First Phase of PLA Discharges from Cantonments Completed
Posted by Ka Frank on November 22, 2009
My Republica, November 19, 2009
Disqualified Maoist Combatants: Phase 1 of discharge & rehab ends, next phase uncertain
Kathmandu: The first phase of the discharge and rehabilitation of disqualified Maoist combatants was completed on Wednesday, but uncertainty persists over commencement of the second phase.
“Our teams deployed for the first phase finished their work at all seven cantonments today,” said Bishnu Prasad Nepal, spokesperson at the Ministry of Peace and Reconstruction on Wednesday.
Marking an important step in the ongoing peace process, the discharge and rehabilitation of the disqualified – minors and late recruits — began on October 11 from the second division Maoist cantonment at Dudhauli, Sindhuli. Discharge and rehabilitation of the disqualified is part of the ongoing peace process which enters its fourth year on Sunday.
Under the first phase, different teams comprising representatives from the Peace Ministry, the UCPN-M and the United Nations Mission in Nepal (UNMIN) spent two days on average at each cantonment interacting with the disqualified over the discharge process. The teams also imparted information about why the disqualified have to leave their respective cantonments, about their future and their rehabilitation.
Despite this step in the discharge and rehabilitation of the 4,008 combatants disqualified by UNMIN, the second phase of the process scheduled to commence November 22 has remained uncertain due to Maoist reservations over the questionnaire needed to begin that phase. Among the disqualified, 2,973 are minors.

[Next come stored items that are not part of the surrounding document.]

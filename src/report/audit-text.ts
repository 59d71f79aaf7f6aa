// audit's report as text: the same ledger lines fold prints (status foldable or kept), a totals line, the
// --fail-on verdict. No caution lines: they are about agreement on probe inputs, and audit runs no probes.
import type { AuditReport } from '../jobs/types.js';
import { alsoLines, cloneClause, ledgerLines } from './ledger-text.js';
import { append, plural, joinLines } from './format.js';
import { paint } from './paint.js';

export function auditText(r: AuditReport, colour = false): string {
  const p = paint(colour);
  const lines = [p.bold(`audit ${r.model}`)];
  const norms = r.normalizations.filter((e) => e.kind !== 'affine-step');
  if (norms.length === 0) lines.push('  no normalizations found');
  append(lines, ledgerLines(norms, p), alsoLines(r.normalizations, 'also foldable', p));
  const also = r.alsoFoldable ? ` (and ${plural(r.alsoFoldable, 'affine step')} also foldable)` : '';
  lines.push(`  ${r.foldable} foldable, ${r.kept} kept${also}${cloneClause(r.normalizations)}`);
  if (r.failOn === 'kept') lines.push(r.failed ? p.bad(`--fail-on kept: FAILED (${r.kept} kept)`) : p.good('--fail-on kept: passed'));
  lines.push(''); // the closing newline, inside the join: the text comes out as one flat string, not joined again
  return joinLines(lines, colour);
}
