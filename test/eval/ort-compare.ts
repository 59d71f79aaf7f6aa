// Differential check of one node against onnxruntime-node (the outside reference; graph optimizations off),
// for nodes whose outputs may be integer or bool: outputs are declared with their real element type, float
// outputs must agree within float32 rounding and integer/bool outputs exactly. Also random-shape helpers for
// the property-style loops over seeds.
import { expect } from 'vitest';
import { GraphBuilder, T, randn, rng, type AttrIn } from '../helpers/build.js';
import { runBoth, type In, type Outcome } from './harness.js';

export { T, rng, randn, type In };

export interface Out { name: string; type?: number }

/** Per-element tolerance for float outputs: float32 rounding of onnxruntime's result, with room for a few ulps. */
export const REL64 = 2e-6;

export async function vsOrt(op: string, opset: number, ins: In[], attrs: Record<string, AttrIn> = {}, outs: Out[] = [{ name: 'y' }], rel = REL64): Promise<Outcome> {
  const g = new GraphBuilder();
  for (const i of ins) {
    if (!i.name) continue;
    if (i.init) g.init(i.name, i.dims, i.data, i.type ?? T.FLOAT);
    else g.input(i.name, i.dims, i.type ?? T.FLOAT);
  }
  for (const o of outs) if (o.name) g.output(o.name, undefined, o.type ?? T.FLOAT);
  g.node(op, ins.map((i) => i.name), attrs, { name: `${op.toLowerCase()}_under_test`, outputs: outs.map((o) => o.name) });
  return vsOrtGraph(g, ins, opset, outs, rel, `${op}@${opset} ${JSON.stringify(attrs)} inputs ${ins.map((i) => `[${i.dims}]`).join(' ')}`);
}

/** Run a built graph in onnxruntime-node and pleat and compare the outputs `outs` (floats within rel, integers exactly). */
export async function vsOrtGraph(g: GraphBuilder, ins: In[], opset: number, outs: Out[], rel = REL64, what = ''): Promise<Outcome> {
  const res = await runBoth(g, ins, opset);
  for (const o of outs) {
    if (!o.name) continue;
    const ref = res.ort[o.name]!;
    const float = (o.type ?? T.FLOAT) === T.FLOAT || o.type === T.DOUBLE;
    for (const [mode, vals, tol] of [['float64', res.f64, rel], ['float32', res.f32, 4 * rel]] as const) {
      const v = vals.get(o.name)!;
      expect(v.dims, `${what} ${o.name} dims (${mode})`).toEqual(ref.dims);
      expect(v.type, `${what} ${o.name} type (${mode})`).toBe(o.type ?? T.FLOAT);
      // the Value contract: integer/bool data is always Float64Array, float data follows the precision
      const want = float && mode === 'float32' ? Float32Array : Float64Array;
      expect(v.data, `${what} ${o.name} storage (${mode})`).toBeInstanceOf(want);
      for (let k = 0; k < ref.data.length; k++) {
        const a = v.data[k]!, b = ref.data[k]!;
        if (a === b || (Number.isNaN(a) && Number.isNaN(b))) continue;
        if (float && Math.abs(a - b) <= tol * Math.max(1, Math.abs(b))) continue;
        expect.fail(`${what} ${o.name} (${mode}) element ${k}: pleat ${a}, onnxruntime ${b}`);
      }
    }
  }
  return res;
}

/** A random shape of rank lo..hi with dims 1..maxDim. */
export function randShape(r: () => number, lo = 0, hi = 4, maxDim = 4): number[] {
  const rank = lo + Math.floor(r() * (hi - lo + 1));
  return Array.from({ length: rank }, () => 1 + Math.floor(r() * maxDim));
}

/** A shape that broadcasts against `dims`: a random suffix of it with some axes set to 1. */
export function bcastShape(r: () => number, dims: number[]): number[] {
  const drop = Math.floor(r() * (dims.length + 1));
  return dims.slice(drop).map((d) => (r() < 0.3 ? 1 : d));
}

export function count(dims: number[]): number {
  return dims.reduce((a, b) => a * b, 1);
}

/** Random integers in [lo, hi]. */
export function randInt(r: () => number, n: number, lo: number, hi: number): number[] {
  return Array.from({ length: n }, () => lo + Math.floor(r() * (hi - lo + 1)));
}

export const SEEDS = [1, 2, 3, 4, 5, 6];
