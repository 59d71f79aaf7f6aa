// CumSum against onnxruntime-node (graph optimizations off) on seeded random shapes, axes (negative too),
// exclusive and reverse, for float, double, int32 and int64, at opsets 11 and 14. Semantics: ONNX operator
// docs (CumSum); the fixed cases test_cumsum_* of the ONNX backend data (onnx 1.12.0) run in
// conformance.test.ts.
import { describe, it } from 'vitest';
import { count, randInt, randShape, randn, rng, SEEDS, T, vsOrt } from './ort-compare.js';

describe('CumSum vs onnxruntime-node', () => {
  for (const type of [T.FLOAT, T.DOUBLE, T.INT32, T.INT64]) {
    it(`type ${type}: random axes, exclusive and reverse (seeded)`, async () => {
      for (const seed of [...SEEDS, 7, 8]) {
        const r = rng(seed * 31 + type);
        const dims = randShape(r, 1, 4, 4);
        const n = count(dims);
        const data = type === T.FLOAT || type === T.DOUBLE ? randn(r, n) : randInt(r, n, -50, 50);
        const axis = Math.floor(r() * dims.length) - (r() < 0.5 ? dims.length : 0);
        const attrs = { exclusive: seed % 2, reverse: (seed >> 1) % 2 };
        const axisType = seed % 3 === 0 ? T.INT32 : T.INT64;
        await vsOrt('CumSum', seed % 2 ? 11 : 14, [
          { name: 'x', dims, data, type },
          { name: 'axis', dims: [], data: [axis], type: axisType, init: seed % 2 === 0 },
        ], attrs, [{ name: 'y', type }], 1e-5);
      }
    });
  }
});
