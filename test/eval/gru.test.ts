// GRU against onnxruntime-node (graph optimizations off) on seeded random nodes: linear_before_reset 0 and 1,
// every direction, sequence_lens, initial_h, clip, activation lists with alpha/beta, and layout 1 (opset 14;
// onnxruntime runs the same case at layout 0, see checkBatchMajor). Cell equations: the ONNX operator
// documentation's GRU definition (quoted in src/eval/kernels/gru.ts); the fixed cases test_gru_* of the ONNX
// backend data (onnx 1.12.0) run in conformance.test.ts.
import { describe, it } from 'vitest';
import { checkBatchMajor, checkCase } from './recurrent-cases.js';

describe('GRU vs onnxruntime-node', () => {
  it('linear_before_reset = 1, every direction, with sequence_lens (seeded shapes and attributes)', async () => {
    for (let seed = 1; seed <= 9; seed++) {
      await checkCase('GRU', seed, 14, { linearBeforeReset: true, seqLens: true, direction: (['forward', 'reverse', 'bidirectional'] as const)[seed % 3] });
    }
  });
  it('linear_before_reset = 0 with clip (opset 7)', async () => {
    for (let seed = 11; seed <= 16; seed++) await checkCase('GRU', seed, 7, { linearBeforeReset: false, clip: true });
  });
  it('activation lists with alpha and beta', async () => {
    for (let seed = 21; seed <= 30; seed++) await checkCase('GRU', seed, 14, { activations: true });
  });
  it('layout 1 (batch-major) equals layout 0 with the axes moved', async () => {
    for (let seed = 41; seed <= 46; seed++) await checkBatchMajor('GRU', seed, 14, { seqLens: seed % 2 === 0 });
  });
  it('an empty sequence (sequence_lens 0) gives zero Y_h as onnxruntime does', async () => {
    for (let seed = 61; seed <= 64; seed++) await checkCase('GRU', seed, 14, { seqLens: true, zeroLength: true });
  });
  it('random mixes (opset 22)', async () => {
    for (let seed = 51; seed <= 58; seed++) await checkCase('GRU', seed, 22);
  });
});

“As the questionnaires are not ready as of today, we cannot begin the second phase. It is uncertain when the questionnaire will be finalized,” Nepal, who also heads a technical committee formed to oversee the process, told myrepublica.com.
The questionnaire is supposed to be filled up for profiling during the second phase. The Maoists have declined to agree to a close-ended questionnaire on what the combatants will do within one year of their discharge. They have maintained at meetings with government and UNMIN representatives that the question should be either open-ended or should have an “other” choice in answer to the question. Their point, officials said, is that if the question is left open-ended as demanded by them, there is a high possibility that the disqualified will seek a cash incentive as a rehabilitation offer and will not choose the vocational training the Peace Ministry and UNMIN are ready to offer.
But the Peace Ministry, UNMIN and other UN agencies based in Kathmandu are reluctant to change the questionnaire. Also, they are opposed of giving any cash incentive to the disqualified because they fear that the money may ultimately go to the UCPN-M, according to a source involved in the process.
As per the discharge plan, as many as 30 enumerators recruited by the United Nations Development Program (UNDP) were supposed to be deployed under the second phase – also known as profiling – to get the questionnaires filled up by all disqualified combatants. UNDP had planned to train the enumerators this week before their deployment for profiling, according to the Peace Ministry spokesperson.
The second phase is crucial as it will lead to the ultimate discharge of the disqualified combatants, besides providing the information required to design a rehabilitation package. The Peace Ministry and the UN agencies will develop the rehabilitation scheme based on information collected through the questionnaires.
Despite uncertainty over the second phase, Peace Minister Rakam Chemjong says he is optimistic about the commencement of that phase. “The second phase should move ahead at any cost,” he said talking to myrepublica.com on Wednesday.
Deadlock at Special Committee
The meeting of the Special Committee on Supervision, Integration and Rehabilitation of Maoist combatants on Wednesday ended without discussing its agenda. The meeting was supposed to finalize a code of conduct for the combatants and bring them under the command of the Special Committee.
At the very outset of the meeting, Maoist representative on the committee Janardan Sharma asked Prime Minister and chairman of the committee Madhav Kumar Nepal to hold talks with Maoist Chairman Pushpa Kamal Dahal before taking any decision in this regard. Accordingly, the meeting ended after deciding that the prime minister would hold talks with Dahal over the issues.
“The prime minister is going to call Dahal before the next regular meeting scheduled for Sunday,” the source told myrepublica.com on condition of anonymity.
Sharma, emerging from the meeting, also said that the issues of army integration would be settled at the leadership level.